Romantic relationships are complex. The dynamic between Jason and Jenna might be worlds apart from the way Michael and Maria operate.
“That’s why when we train students clinically, we say there are three “clients” when you’re seeing a couple in therapy. There are the two partners, and then there is their interaction,” Randall says.
Coping with stress is a challenge for anyone. Dealing with stressors as a couple can be even more complicated. But in addition to the normal stress of day-to-day life, couples who are members of minority groups often face additional pressures. One focus of Randall’s lab is the unique stress same-sex couples may encounter. This includes harassment, discrimination and lack of family support due to their sexual orientation.
In a study funded by the National Council on Family Relations, Randall recruited same-sex couples to report on their daily stress. One factor she examined was internalized homophobia. The study showed that individuals with higher levels of internalized homophobia also reported higher amounts of stress in other areas, such as work and finances. Conversely, those who were more “out” about their sexual orientation reported less stress.
Randall also looked at how couples’ stress affected their relationship quality. On days when individuals reported feeling particularly stressed, they felt their relationship quality had worsened, too.

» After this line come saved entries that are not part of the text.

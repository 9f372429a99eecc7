import { describe, expectTypeOf, it, expect } from 'vitest';
import type { WaveformConfig } from '../../src/config/schema';
import type { DspErrorCode } from '../../src/dsp/errors';
import type { ExportReport } from '../../src/io/exportMetadata';
import type { HistogramSetPayload } from '../../src/worker/ccdfTypes';
import { RE_DATA, RE_EMPTY, RE_REFERENCE, type GeneratedWaveform } from '../../src/dsp/waveform/waveformGenerator';
import {
  GRID_KIND,
  isWorkerRequest,
  isWorkerResponse,
  PROTOCOL_VERSION,
  waveformBufferKeys,
  type CancelRequest,
  type BackoffRequest,
  type CcdfMergedResponse,
  type CcdfMergeRequest,
  type CcdfRequest,
  type CcdfResponse,
  type BackoffResponse,
  type EvmRequest,
  type EvmResponse,
  type ExportedResponse,
  type SpectrumRequest,
  type SpectrumResponse,
  type ExportRequest,
  type EngineWaveform,
  type ErrorResponse,
  type GenerateRequest,
  type GeneratedResponse,
  type ReadyResponse,
  type ResponseFor,
  type TypedArrayKeys,
  type WaveformBufferKey,
  type WaveformBuffers,
  type WaveformMeta,
  type WorkerRequest,
  type WorkerRequestType,
  type WorkerResponse,
  type WorkerResponseType,
} from '../../src/worker/protocol';

// Compile-time checks of the message unions (house style STYLE.md §5): `npm run typecheck` fails
// when a union drifts. The runtime guards below are checked with vitest as usual.

describe('protocol unions (compile time)', () => {
  it('discriminates requests and responses on type', () => {
    expectTypeOf<WorkerRequestType>().toEqualTypeOf<'generate' | 'cancel' | 'export' | 'spectrum' | 'evm' | 'backoff' | 'ccdf' | 'ccdf-merge'>();
    expectTypeOf<WorkerResponseType>().toEqualTypeOf<'ready' | 'generated' | 'exported' | 'spectrum-result' | 'evm-result' | 'backoff-result' | 'ccdf-result' | 'ccdf-merged' | 'error'
    >();
    expectTypeOf<ResponseFor<CcdfRequest>>().toEqualTypeOf<CcdfResponse | ErrorResponse>();
    expectTypeOf<ResponseFor<CcdfMergeRequest>>().toEqualTypeOf<CcdfMergedResponse | ErrorResponse>();
    expectTypeOf<CcdfResponse['lane']>().toEqualTypeOf<HistogramSetPayload | null>();
    expectTypeOf<ResponseFor<BackoffRequest>>().toEqualTypeOf<BackoffResponse | ErrorResponse>();
    expectTypeOf<ResponseFor<SpectrumRequest>>().toEqualTypeOf<SpectrumResponse | ErrorResponse>();
    expectTypeOf<ResponseFor<EvmRequest>>().toEqualTypeOf<EvmResponse | ErrorResponse>();
    expectTypeOf<SpectrumResponse['waveform']['psdPerHz']>().toEqualTypeOf<ArrayBuffer>();
    expectTypeOf<Extract<WorkerRequest, { type: 'export' }>>().toEqualTypeOf<ExportRequest>();
    expectTypeOf<Extract<WorkerResponse, { type: 'exported' }>>().toEqualTypeOf<ExportedResponse>();
    expectTypeOf<Extract<WorkerRequest, { type: 'generate' }>>().toEqualTypeOf<GenerateRequest>();
    expectTypeOf<Extract<WorkerRequest, { type: 'cancel' }>>().toEqualTypeOf<CancelRequest>();
    expectTypeOf<Extract<WorkerResponse, { type: 'error' }>>().toEqualTypeOf<ErrorResponse>();
    expectTypeOf<Extract<WorkerResponse, { type: 'generated' }>>().toEqualTypeOf<GeneratedResponse>();
    expectTypeOf<Extract<WorkerResponse, { type: 'ready' }>>().toEqualTypeOf<ReadyResponse>();
  });

  it('puts id and protocolVersion on every message', () => {
    expectTypeOf<WorkerRequest['id']>().toEqualTypeOf<number>();
    expectTypeOf<WorkerResponse['id']>().toEqualTypeOf<number>();
    expectTypeOf<WorkerRequest['protocolVersion']>().toEqualTypeOf<typeof PROTOCOL_VERSION>();
    expectTypeOf<WorkerResponse['protocolVersion']>().toEqualTypeOf<typeof PROTOCOL_VERSION>();
  });

  it('shapes errors as {type, id, code, message} with the DspError codes', () => {
    expectTypeOf<ErrorResponse['type']>().toEqualTypeOf<'error'>();
    expectTypeOf<ErrorResponse['code']>().toEqualTypeOf<DspErrorCode>();
    expectTypeOf<ErrorResponse['message']>().toEqualTypeOf<string>();
    expectTypeOf<ErrorResponse>().toHaveProperty('details');
  });

  it('answers a generate request with a waveform or an error', () => {
    expectTypeOf<ResponseFor<GenerateRequest>>().toEqualTypeOf<GeneratedResponse | ErrorResponse>();
    expectTypeOf<GenerateRequest['config']>().toBeUnknown();
    expectTypeOf<GeneratedResponse['config']>().toEqualTypeOf<WaveformConfig>();
  });

  it('answers an export request with the files (data moved as a buffer) or an error', () => {
    expectTypeOf<ResponseFor<ExportRequest>>().toEqualTypeOf<ExportedResponse | ErrorResponse>();
    expectTypeOf<ExportedResponse['data']>().toEqualTypeOf<ArrayBuffer>();
    expectTypeOf<ExportedResponse['report']>().toEqualTypeOf<ExportReport>();
    expectTypeOf<ExportRequest['options']>().toBeUnknown();
  });

  it('moves every typed array of the waveform as an ArrayBuffer and clones the rest', () => {
    expectTypeOf<WaveformBufferKey>().toEqualTypeOf<'waveformIq' | 'gridIq' | 'gridKinds' | 'dataSymbolsIq' | 'bits'>();
    expectTypeOf<WaveformBufferKey>().toEqualTypeOf<TypedArrayKeys<GeneratedWaveform>>();
    expectTypeOf<WaveformBuffers['waveformIq']>().toEqualTypeOf<ArrayBuffer>();
    expectTypeOf<TypedArrayKeys<WaveformMeta>>().toBeNever();
    expectTypeOf<WaveformMeta>().not.toHaveProperty('plan');
    expectTypeOf<EngineWaveform['waveformIq']>().toEqualTypeOf<GeneratedWaveform['waveformIq']>();
    expectTypeOf<keyof EngineWaveform>().toEqualTypeOf<Exclude<keyof GeneratedWaveform, 'plan'> | 'summary'>();
  });
});

describe('protocol guards', () => {
  const envelope = { id: 3, protocolVersion: PROTOCOL_VERSION };

  it('repeats the engine’s resource-element kinds exactly', () => {
    expect(GRID_KIND).toEqual({ empty: RE_EMPTY, data: RE_DATA, reference: RE_REFERENCE });
  });

  it('lists one view constructor per transferred buffer', () => {
    expect([...waveformBufferKeys].sort()).toEqual(['bits', 'dataSymbolsIq', 'gridIq', 'gridKinds', 'waveformIq']);
  });

  it('accepts well-formed requests and rejects others', () => {
    expect(isWorkerRequest({ ...envelope, type: 'generate', config: {} })).toBe(true);
    expect(isWorkerRequest({ ...envelope, type: 'cancel', targetId: 2 })).toBe(true);
    expect(isWorkerRequest({ ...envelope, type: 'export', config: {}, options: {} })).toBe(true);
    expect(isWorkerRequest({ ...envelope, type: 'cancel' })).toBe(false);
    expect(isWorkerRequest({ ...envelope, type: 'explode' })).toBe(false);
    expect(isWorkerRequest({ type: 'generate', config: {} })).toBe(false);
    expect(isWorkerRequest({ ...envelope, id: '3', type: 'generate' })).toBe(false);
    expect(isWorkerRequest(null)).toBe(false);
    expect(isWorkerRequest('generate')).toBe(false);
  });

  it('accepts known responses only', () => {
    expect(isWorkerResponse({ ...envelope, type: 'ready' })).toBe(true);
    expect(isWorkerResponse({ ...envelope, type: 'error', code: 'INTERNAL', message: 'x' })).toBe(true);
    expect(isWorkerResponse({ ...envelope, type: 'progress' })).toBe(false);
    expect(isWorkerResponse(undefined)).toBe(false);
  });
});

Randall’s research has shown that in heterosexual and same-sex couples alike, a little understanding goes a long way. Responding empathetically when a partner brings up stressful topics not only helps alleviate that stress, but can even have positive effects on reported symptoms of depression and anxiety. Empathetic behaviors can include nonverbal communications, like head nodding and leaning in to one another. These nonverbal listening cues offer a way to easily infuse empathy into conversations with a stressed-out significant other.
In Jenna and Jason’s case, there was likely room for improvement on both sides. Perhaps Jason could have been mindful in how he expressed his stress to Jenna. And Jenna could have been more patient and understanding, providing a space for Jason to vent about his job. Randall says that couples who face stressors together, as “our” stress, have shown to have better outcomes.
“Relationships take work. It’s finding the right person you want to do the work with,” says Randall.
There’s no magic bullet for coping with stress in relationships. But for couples who want a strong and lasting partnership, Randall offers her top five tips below:
1. Remember – your emotions are linked to your partner's. You both share and experience each other's good and bad days, a phenomenon psychologists call emotional co-regulation.
2. Be aware that your stress can impact your partner's experience of stress, having a sort of “stress spill-over” effect.
3. You and your partner can learn to jointly cope with stress to combat its negative effects on you and your relationship. Take time to listen, empathize or problem-solve with your partner – a practice psychologists describe as positive dyadic coping.
4. Despite having stressful days (and maybe weeks), it’s important to make time for your significant other. Spending time with your partner is not just about quantity. The quality of that time matters for your relationship satisfaction.
5. Turning "me" into "we" can have a lasting positive impact on your relationship and health.